The development of digital front-end SoCs for 5G and beyond faces time-to-market pressure. This imposes strong pressure for pre-silicon verification before an RTL freeze, finally building confidence for a tapeout. Software availability is the key enabler for testing large and complex integrated SoCs as one whole system. Unfortunately, the software is often on a critical path, leading to verification shortcuts like test scripts. This leads to wasted labor and wasted opportunity in software shift-left testing.
Model-Based Design was used for both hardware and software reference design of a digital front-end subsystem, implementing an algorithmically complex closed-loop control system. This model offered a virtual platform to start software development even before any hardware was available.

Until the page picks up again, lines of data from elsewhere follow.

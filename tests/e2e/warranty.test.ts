import type { Browser } from "playwright-core";
import sharp from "sharp";
import { afterAll, beforeAll, describe, expect, it } from "vitest";
import { DEMO } from "../support/accounts";
import { launchBrowser, newContext, signInPage, snap, visibleRuleCodes } from "../support/browser";
import { closeTestPool, sql } from "../support/db";
import { createCertificate, stopQueue } from "../integration/certificates-fixtures";

async function photo(): Promise<Buffer> {
  return sharp({ create: { width: 800, height: 600, channels: 3, background: "#5b3a29" } })
    .jpeg({ quality: 90 })
    .toBuffer();
}

let browser: Browser;
beforeAll(async () => {
  browser = await launchBrowser();
});
afterAll(async () => {
  await browser?.close();
  await stopQueue();
  await closeTestPool();
});

describe("a certificate from issue to claim", () => {
  it("a buyer checks it, the owner claims, the bench accepts, the office revokes", async () => {
    const c = await createCertificate({ serial: "AU-52-4471" });

    // A buyer with only the code.
    const buyer = await (await newContext(browser)).newPage();
    await buyer.goto("/verify");
    await buyer.getByLabel("Certificate code").fill(c.code.toLowerCase());
    await buyer.getByRole("button", { name: "Check" }).click();
    await buyer.waitForURL(new RegExp(`/verify/${c.code}$`));
    await expect.poll(() => buyer.getByText(/Valid$/).count()).toBe(1);
    expect(await buyer.getByRole("table").getByRole("rowheader", { name: "Broadcast" }).count()).toBe(1);
    expect(await buyer.getByText("AU••••71").count()).toBe(1);
    await snap(buyer, "warranty-01-verify-valid");
    await buyer.context().close();

    // The owner opens a claim from the certificate.
    const ctx = await newContext(browser);
    const owner = await ctx.newPage();
    await signInPage(owner, DEMO.customer.email, DEMO.customer.password);
    await owner.goto("/portal/claims");
    await expect.poll(() => owner.getByText(c.code, { exact: true }).count()).toBe(1);
    await snap(owner, "warranty-02-portal-claims");
    await owner.getByRole("link", { name: `Open a claim on certificate ${c.code}` }).click();
    await owner.waitForURL(/\/portal\/claims\/new/);
    await owner.getByRole("button", { name: "Open the claim" }).click();
    await expect.poll(() => owner.getByText("What the set does: choose one of the options.").count()).toBe(1);
    expect(await owner.getByText(/at least 10 characters/).count()).toBe(1);
    await snap(owner, "warranty-03-claim-form-errors");
    await owner.getByLabel("What does the set do?").selectOption("hum");
    await owner.getByLabel("Describe the fault").fill("A hum comes up after the set warms up and does not go away.");
    await owner.locator("#photos").setInputFiles([{ name: "filter-section.jpg", mimeType: "image/jpeg", buffer: await photo() }]);
    await expect.poll(() => owner.locator('li[data-status="done"]').count(), { timeout: 60_000 }).toBe(1);
    await owner.getByRole("button", { name: "Open the claim" }).click();
    await owner.waitForURL(/\/portal\/claims\/[0-9a-f-]{36}$/);
    await expect.poll(() => owner.getByText("Waiting for the shop").count()).toBe(1);
    await snap(owner, "warranty-04-claim-opened");
    await ctx.close();

    // The bench decides with the advice.
    const techCtx = await newContext(browser);
    const tech = await techCtx.newPage();
    await signInPage(tech, DEMO.tech.email, DEMO.tech.password);
    await tech.goto("/bench/claims");
    await snap(tech, "warranty-05-bench-claims");
    const [claim] = await sql<{ id: string }>("select id from claim where certificate_id = $1", [c.certificateId]);
    await tech.goto(`/bench/claims/${claim!.id}`);
    await expect.poll(() => tech.getByText(/Likely covered/).count()).toBeGreaterThan(0);
    // The advice names the work and the symptom in words; codes stay behind the staff disclosure.
    expect(await tech.locator('section[aria-labelledby="advice-h"]').innerText()).toMatch(/Hum or buzz: could come from/);
    expect(await visibleRuleCodes(tech)).toEqual([]);
    await expect.poll(() => tech.getByRole("img", { name: "filter-section.jpg" }).count()).toBe(1);
    expect(
      await tech.getByRole("img", { name: "filter-section.jpg" }).evaluate((img: HTMLImageElement) => img.naturalWidth),
    ).toBeGreaterThan(0);
    await tech.getByLabel(/Accept: open a warranty job/).check();
    await tech.getByLabel("Message to the owner").fill("The filter capacitor we fitted has failed; we will replace it at no charge.");
    await snap(tech, "warranty-06-bench-claim-advice");
    await tech.getByRole("button", { name: "Record the decision" }).click();
    await expect.poll(() => tech.getByText("Warranty job opened").count(), { timeout: 15_000 }).toBe(1);
    const [job] = await sql<{ is_warranty: boolean }>("select is_warranty from job where claim_id = $1", [claim!.id]);
    expect(job!.is_warranty).toBe(true);
    await snap(tech, "warranty-07-bench-claim-accepted");
    await techCtx.close();

    // The shop owner revokes with a reason; the public page says so.
    const officeCtx = await newContext(browser);
    const office = await officeCtx.newPage();
    await signInPage(office, DEMO.owner.email, DEMO.owner.password);
    await office.goto("/office/certificates");
    const row = office.getByRole("row").filter({ hasText: c.code });
    await row.getByRole("button", { name: "Revoke…" }).click();
    await row.getByLabel("Reason for revoking").fill("Chassis swapped before return");
    await row.getByRole("button", { name: "Revoke the certificate" }).click();
    // Revoking waits for a confirmation that says what will happen.
    await expect.poll(() => row.getByRole("alertdialog").textContent()).toMatch(/cannot be undone.+verification page.+e-mail the owner/);
    expect((await sql<{ r: Date | null }>("select revoked_at as r from certificate where code = $1", [c.code]))[0]!.r).toBeNull();
    await row.getByRole("button", { name: "Yes, revoke the certificate" }).click();
    await expect.poll(() => office.getByRole("row").filter({ hasText: c.code }).getByText("Revoked").count(), { timeout: 15_000 }).toBe(1);
    await snap(office, "warranty-08-office-certificates");
    await office.goto(`/verify/${c.code}`);
    await expect.poll(() => office.getByText("Chassis swapped before return", { exact: false }).count()).toBe(1);
    await snap(office, "warranty-09-verify-revoked");
    await officeCtx.close();
  });
});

The software development was further reinforced with MathWorks code generation tools for fast code deployment and reduced software rewrites.
As a result, the design was verified with key test cases in a pre-silicon environment before an RTL freeze, for the first time, using real production software. This led to a considerable software shift left compared to earlier projects. Also, collaboration between algorithm, hardware, and software teams was improved because of the model-centric approach. Using Model-Based Design also enabled cross-team debugging of the problems found in pre-silicon verification directly in the reference model—for example, by finding more suitable parameter sets for test cases.
Adopting a new workflow and mindset is always challenging, but the transition was supported by targeted training held by MathWorks as well as technical support. The key takeaway from the challenges experienced is that dependencies from the model should be kept to a minimum, ensuring fast turnaround time in bug fixes and releases.